Failure URL needs to show referring page

(from github.com/pcolmer)
We’re getting some errors in the Failure URL log which we could fix if we could find the errant page.

For example, we’ve got some bad URLs resulting in a java.lang.IllegalArgumentException from org.codelibs.fess.crawler.exception.CrawlingAccessException.
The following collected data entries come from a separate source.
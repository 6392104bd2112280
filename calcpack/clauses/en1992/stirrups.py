"""Stirrups along a beam: where shear is checked, the spacing there, and the zones."""

from __future__ import annotations

import math
from collections.abc import Sequence
from dataclasses import dataclass
from typing import Literal, NamedTuple

import numpy as np

from calcpack.clauses.en1992.case import BeamCase, places
from calcpack.clauses.en1992.model import CLOSE, Stirrups, within
from calcpack.clauses.en1992.shear import (
    ARM,
    best_cot,
    largest_leg_spacing,
    largest_spacing,
    least_stirrups,
    truss,
)

# Legs, and the sizes tried with so many.
Side = Literal["left", "right"]
SIDES: tuple[tuple[Side, float], ...] = (("left", -1.0), ("right", 1.0))
TRIED: tuple[tuple[int, tuple[str, ...]], ...] = (
    (2, ("8 mm", "10 mm", "12 mm")),
    (4, ("10 mm", "12 mm")),
    (6, ("12 mm", "16 mm")),
)
STEP = 0.025  # [m], spacings are multiples of it
CLOSEST, WIDEST = 0.075, 0.300  # [m], common practice
ROUND = 0.05  # [m], ends of zones
FINE = 0.01  # [m], between places where zones may end


class ShearPlace(NamedTuple):
    """A face of a support, or a place beside it, where shear is checked."""

    support: int
    side: Side  # of the support
    face: float  # [m] from the beam's start
    at: float  # [m]
    v_face: float  # [kN]
    v_at: float
    why: str  # "" where shear is checked at d from the face


class Zone(NamedTuple):
    """A length of one spacing [m]."""

    start: float
    end: float
    spacing: float


@dataclass(frozen=True)
class ShearDesign:
    """Stirrups along the beam.

    Parameters
    ----------
    stirrups : Stirrups
    cot : float
        Of the strut angle, one for the beam.
    depth : float [m]
        d, the least along the beam.
    places : tuple of ShearPlace
    spacings : tuple of float [m]
        At each place.
    zones : tuple of Zone
    widest : float [m]
        What the least ratio and 9.2.2(6) allow.
    """

    case: BeamCase
    stirrups: Stirrups
    cot: float
    depth: float
    places: tuple[ShearPlace, ...]
    spacings: tuple[float, ...]
    zones: tuple[Zone, ...]
    widest: float

    @property
    def arm(self) -> float:
        """z [m]."""
        return ARM * self.depth

    def capacity(self, spacing: float) -> tuple[float, float]:
        """V_Rd,s and V_Rd,max at a spacing [kN]."""
        case = self.case
        return truss(
            case.sagging.web,
            self.arm,
            self.stirrups.area / spacing,
            self.cot,
            case.strength,
            case.national,
        )

    @property
    def shift(self) -> float:
        """a_l of the shift rule [m]; EN 1992-1-1, 9.2.1.3(2), (9.2)."""
        return self.arm * self.cot / 2

    @property
    def legs_apart(self) -> float:
        """Centres of the legs across the web [m]."""
        inside = self.case.sagging.web - 2 * self.case.cover - self.stirrups.bar.diameter
        return inside / (self.stirrups.legs - 1)

    @property
    def governing(self) -> int:
        """Of the places with the closest spacing the one with the largest ratio."""
        closest = [at for at, each in enumerate(self.spacings) if within(each, min(self.spacings))]
        return max(closest, key=lambda number: round(self.ratio(number), 9))

    @property
    def largest(self) -> int:
        """The place with the largest shear at a face."""
        return max(range(len(self.places)), key=lambda number: round(self.places[number].v_face, 9))

    def ratio(self, number: int) -> float:
        """The larger of the two ratios at a place."""
        ties, struts = self.capacity(self.spacings[number])
        place = self.places[number]
        return max(place.v_at / ties, place.v_face / struts)

    @property
    def along(self) -> tuple[float, float, float]:
        """The zone place with the largest ratio of shear to V_Rd,s: place [m], shear, V_Rd,s [kN].

        Between the faces of supports and d beyond them only what stands above the checked shear is left out.
        """
        found = []
        for zone in self.zones:
            ties, _ = self.capacity(zone.spacing)
            x = places(zone.end - zone.start, []) + zone.start
            shear = checked_shear(self.case, x, self.places)
            most = int(np.argmax(shear))
            found.append((float(x[most]), float(shear[most]), ties))
        return max(found, key=lambda each: each[1] / each[2])


def shear_places(case: BeamCase, depth: float) -> tuple[ShearPlace, ...]:
    """Where shear is checked: at d from the face of every support, or at the face.

    Parameters
    ----------
    case : BeamCase
    depth : float [m]

    Returns
    -------
    tuple of ShearPlace
        At the face itself where a point load stands within 2 d of it, or another beam carries this one.

    Source: EN 1992-1-1:2004, 6.2.1(8).
    """
    found = []
    for number, support in enumerate(case.supports):
        for side, way in SIDES:
            face = support.at + way * support.half
            if (face if side == "left" else case.length - face) <= CLOSE:
                continue
            why = ""
            if not support.direct:
                why = "carried by a beam"
            elif any(CLOSE < way * (point - support.at) <= support.half + 2 * depth for point in case.points):
                why = "point load near"
            room = face if side == "left" else case.length - face
            at = face if why else face + way * min(depth, room)
            found.append(
                ShearPlace(
                    number,
                    side,
                    face,
                    at,
                    _shear(case, face, side),
                    _shear(case, at, side),
                    why,
                )
            )
    return tuple(found)


def _shear(case: BeamCase, at: float, side: Side) -> float:
    return max(abs(case.shear.upper.at(at, side)), abs(case.shear.lower.at(at, side)))


def checked_shear(case: BeamCase, x: np.ndarray, at: Sequence[ShearPlace]) -> np.ndarray:
    """Shear by size [kN] at places [m], between a support and its place of check that of the place.

    Parameters
    ----------
    case : BeamCase
    x : array [m]
    at : sequence of ShearPlace

    Source: EN 1992-1-1:2004, 6.2.1(8).
    """
    both = [
        np.maximum(np.abs(case.shear.upper.values(x, side)), np.abs(case.shear.lower.values(x, side)))
        for side in ("left", "right")
    ]
    shear = np.maximum(*both)
    for place in at:
        support = case.supports[place.support].at
        low, high = sorted((support, place.at))
        own = np.asarray(both[0] if place.side == "left" else both[1])
        within = (x > low + CLOSE) & (x < high - CLOSE)
        shear = np.where(within, np.minimum(own, place.v_at), shear)
        ends = np.abs(x - support) <= CLOSE
        shear = np.where(ends, 0.0, shear)
    return shear


def spacing_limit(case: BeamCase, stirrups: Stirrups, depth: float, held: float | None) -> float:
    """Widest legal spacing [m]: least ratio, 0.75 d, and 15 diameters of counted compression bars.

    Parameters
    ----------
    case : BeamCase
    stirrups : Stirrups
    depth : float [m]
        d.
    held : float [m] or None
        Diameter of compression bars that are counted.

    Source: EN 1992-1-1:2004, 9.2.2(5) and (6), 9.2.1.2(3).
    """
    limits = [
        stirrups.area / least_stirrups(case.sagging.web, case.strength, case.national),
        largest_spacing(depth, case.national),
    ]
    if held is not None:
        limits.append(15 * held)  # 9.2.1.2(3)
    return min(limits)


def shear_design(case: BeamCase, stirrups: Stirrups, depth: float, held: float | None) -> ShearDesign:
    """Stirrups of one size laid out along the beam, at the given spacing where the job gives one.

    Parameters
    ----------
    case : BeamCase
    stirrups : Stirrups
    depth : float [m]
    held : float [m] or None
        Diameter of compression bars that are counted.

    Returns
    -------
    ShearDesign
        Where no spacing is enough it has the closest one, and does not pass.

    Source: EN 1992-1-1:2004, 6.2.3 and 9.2.2.
    """
    at = shear_places(case, depth)
    widest = spacing_limit(case, stirrups, depth, held)
    if case.given.stirrups:
        spacings = [case.given.stirrups[2]] * len(at)
        cot = case.given.cot or _cot(case, stirrups, spacings[0])
        zones: tuple[Zone, ...] = (Zone(0.0, case.length, spacings[0]),)
        return ShearDesign(case, stirrups, cot, depth, at, tuple(spacings), zones, widest)
    practical = _multiple(min(widest, WIDEST))
    tried = [practical - STEP * step for step in range(round((practical - CLOSEST) / STEP) + 1)]
    tried = tried if tried else [practical]
    spacings = [_spacing(case, stirrups, depth, place, tried, case.given.cot) for place in at]
    cot = case.given.cot or _cot(case, stirrups, min(spacings))
    spacings = [max(_spacing(case, stirrups, depth, place, tried, cot), min(spacings)) for place in at]
    found = ShearDesign(case, stirrups, cot, depth, at, tuple(spacings), (), widest)
    return ShearDesign(case, stirrups, cot, depth, at, tuple(spacings), _zones(found, practical), widest)


def _multiple(spacing: float) -> float:
    return max(math.floor(spacing / STEP + CLOSE), 1) * STEP


def _cot(case: BeamCase, stirrups: Stirrups, spacing: float) -> float:
    return best_cot(case.sagging.web, stirrups.area / spacing, case.strength, case.national)


def _spacing(
    case: BeamCase,
    stirrups: Stirrups,
    depth: float,
    place: ShearPlace,
    tried: Sequence[float],
    cot: float | None,
) -> float:
    """The widest spacing that carries the shear at a place; the closest where none does."""
    for spacing in tried:
        ties, struts = truss(
            case.sagging.web,
            ARM * depth,
            stirrups.area / spacing,
            cot or _cot(case, stirrups, spacing),
            case.strength,
            case.national,
        )
        if place.v_at <= ties and place.v_face <= struts:
            return spacing
    return tried[-1]


def _zones(design: ShearDesign, practical: float) -> tuple[Zone, ...]:
    """In every span: close spacing from each support on as far as the wide one does not carry the shear."""
    case, zones = design.case, []
    enough, _ = design.capacity(practical)
    for span in case.spans:
        x = places(span.length, [], FINE) + span.start
        over = checked_shear(case, x, design.places) > enough
        ends = {}
        for place, spacing in zip(design.places, design.spacings, strict=True):
            support = case.supports[place.support].at
            if place.side == "right" and abs(support - span.start) <= CLOSE:
                ends["start"] = spacing
            elif place.side == "left" and abs(support - span.end) <= CLOSE:
                ends["end"] = spacing
        middle = span.start + span.length / 2
        if span.overhang:
            middle = span.end if "start" in ends else span.start
        first, last = x[over & (x <= middle)], x[over & (x >= middle)]
        left = span.start + _up(float(first.max()) + FINE - span.start) if first.size else span.start
        right = span.end - _up(span.end - float(last.min()) + FINE) if last.size else span.end
        left_spacing, right_spacing = ends.get("start", practical), ends.get("end", practical)
        if left_spacing == practical:
            left = span.start
        if right_spacing == practical:
            right = span.end
        if left >= right - CLOSE:
            zones.append(Zone(span.start, span.end, min(left_spacing, right_spacing)))
            continue
        if left > span.start:
            zones.append(Zone(span.start, left, left_spacing))
        zones.append(Zone(left, right, practical))
        if right < span.end:
            zones.append(Zone(right, span.end, right_spacing))
    joined: list[Zone] = []
    for zone in zones:
        if joined and abs(joined[-1].spacing - zone.spacing) <= CLOSE:
            joined[-1] = Zone(joined[-1].start, zone.end, zone.spacing)
        else:
            joined.append(zone)
    return tuple(joined)


def _up(length: float) -> float:
    return math.ceil(length / ROUND - CLOSE) * ROUND


def stirrup_sizes(case: BeamCase) -> list[Stirrups]:
    """Stirrups to try, the given ones alone where the job gives them; legs near enough to each other.

    Parameters
    ----------
    case : BeamCase
        Web and cover in m.

    Source: EN 1992-1-1:2004, 9.2.2(8).
    """
    if case.given.stirrups:
        legs, size, _ = case.given.stirrups
        return [Stirrups(size, legs)]
    stock = case.stock
    found = [Stirrups(stock.bar(size), legs) for legs, usual in TRIED for size in stock.among(usual)]
    most = largest_leg_spacing(0.8 * case.sagging.depth, case.national)
    inside = case.sagging.web - 2 * case.cover
    return [each for each in found if within((inside - each.bar.diameter) / (each.legs - 1), most)] or found[
        -1:
    ]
If the details page showed which page had been crawled when it encountered that URL, that would help us fix the problem.

(from github.com/marevol)
Check fess-crawler.log.

(from github.com/pcolmer)
All I can find is this:

2017-05-17 03:25:07,866 [Crawler-20170517000000-9-1] INFO  Crawling URL: http://www.96boards.org/register/ http://www.96boards.org/register/
2017-05-17 03:25:10,324 [Crawler-20170517000000-11-2] INFO  Crawling URL: http://connect.linaro.org/tag/narayana-prasad-athreya/
2017-05-17 03:25:10,395 [Crawler-20170517000000-9-1] INFO  Failed to access to http://www.96boards.org/register/ http://www.96boards.org/register/; The url may not be valid: http://www.96boards.org/register/ http://www.96boards.org/register/; The url may not be valid: http://www.96boards.org/register/ http://www.96boards.org/register/; The url may not be valid: http://www.96boards.org/register/ http://www.96boards.org/register/; The url may not be valid: http://www.96boards.org/register/ http://www.96boards.org/register/; The url may not be valid: http://www.96boards.org/register/ http://www.96boards.org/register/

But that isn’t telling me where it got that original bad URL from …

(from github.com/marevol)
To check child links

  1. Change to query.additional.search.fields=anchor in fess_config.properties
  2. Restart Fess
  3. Search by anchor:“http://www.96boards.org/register/ http://www.96boards.org/register/” or anchor:“http://www.96boards.org/register/ http://www.96boards.org/register/*

(from github.com/pcolmer)
Thank you for that.

Reading https://github.com/codelibs/fess/issues/1074, does this mean I need to wait for version 11.2.0? I’m presuming that issue 1074 adds support for “anchor” as a search property?

(from marevol (Shinsuke Sugaya) · GitHub)
In Fess 11.2,

Change to query.additional.search.fields=anchor in fess_config.properties

is not needed(broken-links reporting will be added in Fess 11.2).
So, I think that it works in current releases if modifying query.additional.search.fields.